A Theoretical Framework for AI Models Explainability with Application in Biomedicine
This work addresses foundational issues in XAI for researchers and practitioners, particularly in biomedicine, but is incremental as it synthesizes existing literature into a new framework.
The authors tackled the lack of shared terminology and structural soundness in Explainable AI (XAI) by proposing a novel theoretical framework that defines explanations as a combination of model evidence and human interpretation, emphasizing faithfulness and plausibility properties.
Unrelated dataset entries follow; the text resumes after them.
package quant

import "fmt"

// Packing is the layout of int4 codes two to a byte.
type Packing struct {
	Order NibbleOrder
	Code  NibbleCode
}

func (p Packing) check(fn string) error {
	if err := p.Order.Check(); err != nil {
		return err
	}
	return p.Code.Check()
}

// Pack4 returns int4 codes packed two to a byte under p: ⌈len(codes)/2⌉
// bytes, byte i holding codes 2i and 2i+1 in the halves p.Order says, each
// written as p.Code says. An odd count leaves the second half of the last
// byte 0.
//
// Special cases are:
//
//	empty codes               empty result
//	a code outside −8..7      error ErrCode
//	an invalid Order or Code  error ErrOption
func Pack4(codes []int8, p Packing) ([]byte, error) {
	if err := p.check("Pack4"); err != nil {
		return nil, fmt.Errorf("%w: Pack4: Packing = %+v; want valid words", ErrOption, p)
	}
	for i, q := range codes {
		if q < -8 || q > 7 {
			return nil, fmt.Errorf("%w: Pack4: codes[%d] = %d; want -8 ≤ code ≤ 7", ErrCode, i, q)
		}
	}
	out := make([]byte, (len(codes)+1)/2)
	for i, q := range codes {
		n := byte(q) & 0xF // two's complement: q mod 16
		if p.Code == OffsetBinary {
			n = byte(q + 8)
		}
		if (i%2 == 0) == (p.Order == LowFirst) {
			out[i/2] |= n
		} else {
			out[i/2] |= n << 4
		}
	}
	return out, nil
}

// Unpack4 returns the n int4 codes that Pack4 packed into b under p. It is
// the inverse of Pack4: Unpack4(Pack4(q, p), len(q), p) = q for every q of
// codes in −8..7, and every buffer of the right length unpacks (every
// nibble is a code in both encodings).
//
// Special cases are:
//
//	n = 0 and b empty           empty result
//	n < 0 or len(b) ≠ ⌈n/2⌉     error ErrPacked
//	an invalid Order or Code    error ErrOption
func Unpack4(b []byte, n int, p Packing) ([]int8, error) {
	if err := p.check("Unpack4"); err != nil {
		return nil, fmt.Errorf("%w: Unpack4: Packing = %+v; want valid words", ErrOption, p)
	}
	if n < 0 || n > MaxElements || len(b) != (n+1)/2 {
		return nil, fmt.Errorf("%w: Unpack4: len(b) = %d for n = %d codes; want ⌈n/2⌉ bytes, 0 ≤ n ≤ MaxElements", ErrPacked, len(b), n)
	}
	out := make([]int8, n)
	for i := range out {
		nib := b[i/2] & 0xF
		if (i%2 == 0) != (p.Order == LowFirst) {
			nib = b[i/2] >> 4
		}
		if p.Code == OffsetBinary {
			out[i] = int8(nib) - 8
		} else {
			out[i] = int8(nib<<4) >> 4 // sign-extend bit 3
		}
	}
	return out, nil
}
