// rowWise are the operations every row of whose outputs is a function of
// the same row of x alone (along the last dimension).
var rowWise = map[string][]string{
	"softmax":           {"y"},
	"logsumexp":         {"lse"},
	"rmsnorm-forward":   {"y"},
	"layernorm-forward": {"y"},
	"activation":        {"y"},
	"ffn-forward":       {"y"},
}

// RowOperations lists the operations that take a row sample.
func RowOperations() []string {
	names := []string{"attention-forward"}
	for n := range rowWise {
		names = append(names, n)
	}
	slices.Sort(names)
	return names
}

// formOf is the row form of the operation on in; s, when not nil, is the
// sample, and a row-indexed input whose row axis has its length is taken
// as already cut to it (the geometry is then that of s.Total rows).
func formOf(fn, name string, config []byte, in Tensors, s *Rows) (*rowForm, error) {
	cutTo := func(rows int) int {
		if s != nil && rows != s.Total && rows == len(s.Index) {
			return s.Total
		}
		return rows
	}
	if outs, ok := rowWise[name]; ok {
		x, ok := in["x"]
		if !ok || len(x.Shape) == 0 {
			return nil, fmt.Errorf("%w: %s: %s: input \"x\" is missing or a scalar; want rows [..., n]", ErrRows, fn, name)
		}
		// x viewed as [rows, last]
		rows := 1
		for _, d := range x.Shape[:len(x.Shape)-1] {
			rows *= d
		}
		rows = cutTo(rows)
		f := &rowForm{total: rows, in: map[string]int{"x": 0}, out: map[string]int{}}
		for _, o := range outs {
			f.out[o] = 0
		}
		f.edges = []int{0, rows - 1}
		return f, nil
	}
	if name != "attention-forward" {
		return nil, fmt.Errorf("%w: %s: operation %q has no row form; want one of %v", ErrRows, fn, name, RowOperations())
	}
	c := new(attentionForwardConfig)
	o, _ := lookup(fn, name)
	if err := decodeConfig(name, config, c, o.Keys()); err != nil {
		return nil, err
	}
	sh, err := shapeOf(in, c.Layout, "q", "k", "v")
	if err != nil {
		return nil, within(err, name)
	}
	sh.Lq = cutTo(sh.Lq)
	ax := 2
	if c.Layout == attention.SeqMajor {
		ax = 1
	}
	f := &rowForm{total: sh.Lq, in: map[string]int{"q": ax}, out: map[string]int{"out": ax, "lse": ax}}
	if in.has("bias") {
		f.in["bias"] = 2
	}
	g := mask.Geometry{Lq: sh.Lq, Lk: sh.Lk, Align: c.Align, Offset: c.Offset}
	base := g.Pos(0)
	f.perRow = true
	f.edges = attentionEdges(c.Mask, sh.Lq, sh.Lk, base)
	return f, nil
}

// attentionEdges are the query rows at the edges the masks imply: the
// first and last rows, and the rows whose key position p = base + i is at
// or beside a boundary: p = 0 and p = Lk − 1 (causal diagonal), the band's
// ends, the window's first full row, the prefix's end, every packed
// sequence start.
func attentionEdges(specs []mask.Spec, lq, lk, base int) []int {
	pos := []int{0, lk - 1}
	for _, m := range specs {
		switch m.Kind {
		case mask.KindBand:
			if m.Before >= 0 {
				pos = append(pos, m.Before)
			}
			if m.After >= 0 {
				pos = append(pos, lk-1-m.After)
			}
		case mask.KindWindow:
			pos = append(pos, m.Size-1)
		case mask.KindPrefix:
			pos = append(pos, m.Length)
		case mask.KindPacked:
			pos = append(pos, m.Offsets...)
		}
	}
	edges := []int{0, lq - 1}
	for _, p := range pos {
		for _, q := range []int{p - 1, p, p + 1} {
			if i := q - base; i >= 0 && i < lq {
				edges = append(edges, i)
			}
		}
	}
	slices.Sort(edges)
	return slices.Compact(edges)
}

// RowCount is the number of rows of the operation name on the inputs in
// (their shapes alone are read), and RowEdges the rows its configuration
// makes edges, which a drawn sample always includes: the first and last
// rows; for attention-forward, the query rows at and beside the causal
// diagonal's ends (key positions 0 and Lk − 1), a band's ends, a window's
// first full row (position size − 1), a prefix's end and every packed
// sequence start, each at the rows' true positions (align, offset).
func RowCount(name string, config []byte, in Tensors) (int, []int, error) {
	f, err := formOf("RowCount", name, config, in, nil)
	if err != nil {
		return 0, nil, err
	}
	return f.total, f.edges, nil
}

// RunRows runs the float64 reference of the operation name on the rows
// of s alone and returns those rows of its outputs: each row-indexed
// output has the length of the sample, len(s.Index), on its row axis
// (attention's query axis; the first axis of the others, which the
// outputs take as [n, ...] with the row dimensions flattened). in holds
// the whole inputs, or the row-indexed inputs already cut to the sample
// (RowInputs: a row axis of length len(s.Index) ≠ s.Total), which is all a
// caller short of memory needs to read of them. The rows are the same bits as those of Run on the whole
// problem (TestRunRowsSameBits): attention runs each query row alone at
// its true position (the configuration's align and offset rewritten to
// put it there), and the row-wise operations run on the sampled rows.
func RunRows(name string, config []byte, in Tensors, s Rows) (Tensors, error) {
	return runRows("RunRows", name, config, in, s, false)
}

// RunRows32 is RunRows for Run32: the float32 instantiation on the rows.
func RunRows32(name string, config []byte, in Tensors, s Rows) (Tensors, error) {
	return runRows("RunRows32", name, config, in, s, true)
}

// RowInputs cuts the row-indexed inputs of in to the rows of s (the other
// inputs stay whole): the inputs RunRows needs, and what a caller short of
// memory reads alone.
func RowInputs(name string, config []byte, in Tensors, s Rows) (Tensors, error) {
	f, err := formOf("RowInputs", name, config, in, &s)
	if err != nil {
		return nil, err
	}
	if err := sampleFits("RowInputs", f, s); err != nil {
		return nil, err
	}
	return cutInputs(f, in, s), nil
}

// RowAxes returns, for the operation, the row axis of each row-indexed
// input and output, and the number of rows.
func RowAxes(name string, config []byte, in Tensors) (inputs, outputs map[string]int, total int, err error) {
	f, err := formOf("RowAxes", name, config, in, nil)
	if err != nil {
		return nil, nil, 0, err
	}
	return f.in, f.out, f.total, nil
}

func sampleFits(fn string, f *rowForm, s Rows) error {
	if s.Total != f.total {
		return fmt.Errorf("%w: %s: the sample is of %d rows; the operation has %d", ErrRows, fn, s.Total, f.total)
	}
	if len(s.Index) == 0 {
		return fmt.Errorf("%w: %s: the sample is empty; want at least one row", ErrRows, fn)
	}
	for i, r := range s.Index {
		if r < 0 || r >= s.Total || (i > 0 && r <= s.Index[i-1]) {
			return fmt.Errorf("%w: %s: the sample's row %d is %d; want ascending distinct rows in [0, %d)", ErrRows, fn, i, r, s.Total)
		}
	}
	return nil
}

// cutInputs cuts the row-indexed inputs of in to the sample (rows flattened
// for the row-wise operations); an input already cut is kept.
func cutInputs(f *rowForm, in Tensors, s Rows) Tensors {
	cut := Tensors{}
	for n, t := range in {
		ax, ok := f.in[n]
		if !ok {
			cut[n] = t
			continue
		}
		shape := t.Shape
		if !f.perRow {
			shape = []int{len(t.Data) / max(t.Shape[len(t.Shape)-1], 1), t.Shape[len(t.Shape)-1]}
		}
		if shape[ax] == len(s.Index) && shape[ax] != s.Total {
			cut[n] = Tensor{Shape: shape, Data: t.Data}
			continue
		}
		cut[n] = GatherAxis(Tensor{Shape: shape, Data: t.Data}, ax, s.Index)
	}
	return cut
}

// GatherAxis returns the entries idx of t along axis ax.
func GatherAxis(t Tensor, ax int, idx []int) Tensor {
	outer, inner := 1, 1
	for _, d := range t.Shape[:ax] {
		outer *= d
	}
	for _, d := range t.Shape[ax+1:] {
		inner *= d
	}
	n := t.Shape[ax]
	shape := slices.Clone(t.Shape)
	shape[ax] = len(idx)
	data := make([]float64, 0, outer*len(idx)*inner)
	for o := 0; o < outer; o++ {
		for _, r := range idx {
			at := (o*n + r) * inner
			data = append(data, t.Data[at:at+inner]...)
		}
	}
	return Tensor{Shape: shape, Data: data}
}

// placeAxis copies piece (t's shape with 1 on axis ax) to index r of t.
func placeAxis(t Tensor, ax int, piece []float64, r int) {
	outer, inner := 1, 1
	for _, d := range t.Shape[:ax] {
		outer *= d
	}
	for _, d := range t.Shape[ax+1:] {
		inner *= d
	}
	n := t.Shape[ax]
	for o := 0; o < outer; o++ {
		copy(t.Data[(o*n+r)*inner:(o*n+r+1)*inner], piece[o*inner:(o+1)*inner])
	}
}

func runRows(fn, name string, config []byte, in Tensors, s Rows, single bool) (Tensors, error) {
	f, err := formOf(fn, name, config, in, &s)
	if err != nil {
		return nil, err
	}
	if err := sampleFits(fn, f, s); err != nil {
		return nil, err
	}
	o, _ := lookup(fn, name)
	run := o.Run
	if single {
		run = o.Run32
	}
	cut := cutInputs(f, in, s)
	if !f.perRow {
		return run(config, cut)
	}
	return attentionRows(fn, o, config, cut, f, s, single)
}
EXplainable Artificial Intelligence (XAI) is a vibrant research topic in the artificial intelligence community, with growing interest across methods and domains. Much has been written about the subject, yet XAI still lacks shared terminology and a framework capable of providing structural soundness to explanations. In our work, we address these issues by proposing a novel definition of explanation that is a synthesis of what can be found in the literature. We recognize that explanations are not atomic but the combination of evidence stemming from the model and its input-output mapping, and the human interpretation of this evidence. Furthermore, we fit explanations into the properties of faithfulness (i.e., the explanation being a true description of the model's inner workings and decision-making process) and plausibility (i.e., how much the explanation looks convincing to the user). Using our proposed theoretical framework simplifies how these properties are operationalized and it provides new insight into common explanation methods that we analyze as case studies.